-- SOURCE RECORDS follows --
"""Entropy-split figure: number and configurational entropy along the chain."""

from .._docs import filled
from .._errors import CheckpointError
from .._options import ProfileOptions
from .._text import entropy_unit
from ._gather import collect
from ._names import visible
from ._style import COLOURS, MARKERS, cut_label, marker_size, new_figure, style

__all__ = ["entropysplit_figure"]

# (field, label, line style) of the three curves per source
_CURVES = (("entropy", "S", "-"), ("configurational_entropy", "S_conf", "--"),
           ("number_entropy", "S_num", ":"))


@filled
def entropysplit_figure(sources, *, title=None, options=None, **profiling):
    """S = S_num + S_conf along the chain: total, configurational and number entropy.

    Parameters
    ----------
    sources : source or list of sources
        Profiles with charge sectors (``profile --charges Q``), or checkpoints
        (profiled with ``charges=`` from the profiling options).
    title : str, optional
    %(profiling)s

    %(figure_returns)s

    Raises
    ------
    CheckpointError
        A profile without charge sectors.

    Notes
    -----
    The split is exact at every cut (S_num = -sum p ln p over the sectors,
    S_conf = sum p S(q); Lukin et al., Science 364, 256 (2019)).
    """
    entries = collect(sources, options=ProfileOptions.from_kwargs(options, **profiling))
    with style():
        fig = new_figure(6.4, 4.2)
        ax = fig.subplots()
        for i, entry in enumerate(entries):
            prof = entry.profile
            if not prof.cuts or "number_entropy" not in prof.cuts[0]:
                raise CheckpointError(f"{visible(entry.origin or entry.label)}: no charge "
                                      "sectors; profile with --charges Q")
            x = [c["position"] for c in prof.cuts]
            size = marker_size(len(x))
            for field, label, dash in _CURVES:
                ax.plot(x, [c[field] for c in prof.cuts], linestyle=dash,
                        color=COLOURS[i % 7], marker=MARKERS[i % len(MARKERS)],
                        markersize=size if field == "entropy" else 0,
                        label=f"{label} ({entry.text})" if len(entries) > 1 else label)
        ax.set_ylabel(f"entropy ({entropy_unit(entries[0].profile.log_base)})")
        cut_label(ax)
        ax.legend(fontsize=8, frameon=False)
        if title is None:
            title = "Number and configurational entropy, S = S_num + S_conf"
        if title:
            ax.set_title(title)
        return fig


DRAW = entropysplit_figure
-- SOURCE RECORDS concluded --
→ **WHAT YOU SHOULD DO**
In your reply, restate exactly the lines from the start of the records above through the line holding "title : str, optional", including both, and nothing else.

→ **FINISHED TASK**
"""Entropy-split figure: number and configurational entropy along the chain."""

from .._docs import filled
from .._errors import CheckpointError
from .._options import ProfileOptions
from .._text import entropy_unit
from ._gather import collect
from ._names import visible
from ._style import COLOURS, MARKERS, cut_label, marker_size, new_figure, style

__all__ = ["entropysplit_figure"]

# (field, label, line style) of the three curves per source
_CURVES = (("entropy", "S", "-"), ("configurational_entropy", "S_conf", "--"),
           ("number_entropy", "S_num", ":"))


@filled
def entropysplit_figure(sources, *, title=None, options=None, **profiling):
    """S = S_num + S_conf along the chain: total, configurational and number entropy.

    Parameters
    ----------
    sources : source or list of sources
        Profiles with charge sectors (``profile --charges Q``), or checkpoints
        (profiled with ``charges=`` from the profiling options).
    title : str, optional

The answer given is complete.